EXERCISE: Lines before the one containing "the agreement says little." in the records below are to be left out; that line and all after it, through the end, are to be retyped exactly.

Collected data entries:
=-=-=-=-=

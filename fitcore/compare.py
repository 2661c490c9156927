r"""Loss comparison and the adaptive reading: help the analyst choose a loss.

:func:`compare_losses` fits one data set and model under several losses (default
``l2, huber, cauchy, tukey, adaptive``) with the same points, sigma, held parameters and
scale setting, and returns the fits side by side. :func:`adaptive_reading` turns the
adaptive loss's fitted shape alpha (Barron's general loss; alpha = 2 is least squares,
alpha = 0 Cauchy-like) into a plain-language suggestion.

Differences between losses
--------------------------
Two losses "differ" on a parameter when ``|v_a - v_b| > 2 sqrt(u_a^2 + u_b^2)`` with
``u`` the standard uncertainties of the two fits (:data:`DIFFERENCE_FACTOR` = 2). This
is the E_n > 1 rule of proficiency testing (ISO 13528; E_n = difference over the root
sum of squares of expanded uncertainties U = 2u): for two independent estimates of the
same value it fires about 5 % of the time by chance (a normal tail beyond 1.96). Both
fits use the same data, so their estimates are positively correlated and the true
uncertainty of the difference is smaller than this combined value: the flag is
conservative (it fires late, not early). :data:`DIFFERENCE_RULE` states it for views.

The adaptive reading
--------------------
The shape alpha comes with the standard uncertainty from the curvature of the profile
negative log-likelihood (None when alpha sits at a bound of [0, 2]) and a 95 %
likelihood-ratio interval from the profile (:func:`fitcore.solve.alpha_profile`): the
alphas where ``nll - min(nll) <= chi2(0.95, 1)/2 = 1.92`` (Wilks' theorem; at the
bounds of [0, 2] the interval is cut there). "Close to Gaussian" means alpha = 2 lies
inside that interval. The change of the answer is the largest
``|v_adaptive - v_l2| / sqrt(u_adaptive^2 + u_l2^2)`` over the fitted parameters: the
shift the robust (adaptive) fit makes, in the same combined standard uncertainty and
against the same rule as :meth:`LossComparison.differences`, so the reading says
"differ" exactly when the l2/adaptive pair is highlighted. Every number in the text is
computed from the two fits, and one yardstick is used throughout.

When the two agree by that rule although least squares is much less precise (its
standard uncertainty at least twice the adaptive fit's) and its value lies outside
the adaptive fit's own ``+- 2u``, the reading says so with both numbers: the combined
uncertainty is then mostly that of least squares (outliers inflate its scatter), and
the agreement says little.
"""
from __future__ import annotations

import dataclasses
import math
from dataclasses import dataclass, field
from typing import Callable, Sequence

import numpy as np

from .losses import LOSS_NAMES, LOSS_TITLES, OWN_SCALE, loss_short_title
from .models import resolve_model
from .numbers import format_value
from .result import FitResult
from .solve import FitError, alpha_profile, fit
from .threads import small_problem

DEFAULT_LOSSES = ("l2", "huber", "cauchy", "tukey", "adaptive")

#: keyword arguments passed on to :func:`fitcore.fit` unchanged
FIT_KWARGS = ("sigma", "excluded", "p0", "fixed", "scale", "sigma_mode", "max_iter")

#: two estimates differ when |delta| > DIFFERENCE_FACTOR * sqrt(u_a^2 + u_b^2) (E_n > 1
#: with k = 2, the proficiency-testing rule of ISO 13528; see the module text)
DIFFERENCE_FACTOR = 2.0
#: the rule in words, for the views that highlight differences
DIFFERENCE_RULE = ("|\u0394| > 2\u00b7\u221a(u\u2081\u00b2 + u\u2082\u00b2), i.e. E_n > 1 with "
                   "k = 2 (the proficiency-testing rule of ISO 13528)")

=-=-=-=-=

RESPONSE AREA:
the agreement says little.
"""
from __future__ import annotations

import dataclasses
import math
from dataclasses import dataclass, field
from typing import Callable, Sequence

import numpy as np

from .losses import LOSS_NAMES, LOSS_TITLES, OWN_SCALE, loss_short_title
from .models import resolve_model
from .numbers import format_value
from .result import FitResult
from .solve import FitError, alpha_profile, fit
from .threads import small_problem

DEFAULT_LOSSES = ("l2", "huber", "cauchy", "tukey", "adaptive")

#: keyword arguments passed on to :func:`fitcore.fit` unchanged
FIT_KWARGS = ("sigma", "excluded", "p0", "fixed", "scale", "sigma_mode", "max_iter")

#: two estimates differ when |delta| > DIFFERENCE_FACTOR * sqrt(u_a^2 + u_b^2) (E_n > 1
#: with k = 2, the proficiency-testing rule of ISO 13528; see the module text)
DIFFERENCE_FACTOR = 2.0
#: the rule in words, for the views that highlight differences
DIFFERENCE_RULE = ("|\u0394| > 2\u00b7\u221a(u\u2081\u00b2 + u\u2082\u00b2), i.e. E_n > 1 with "
                   "k = 2 (the proficiency-testing rule of ISO 13528)")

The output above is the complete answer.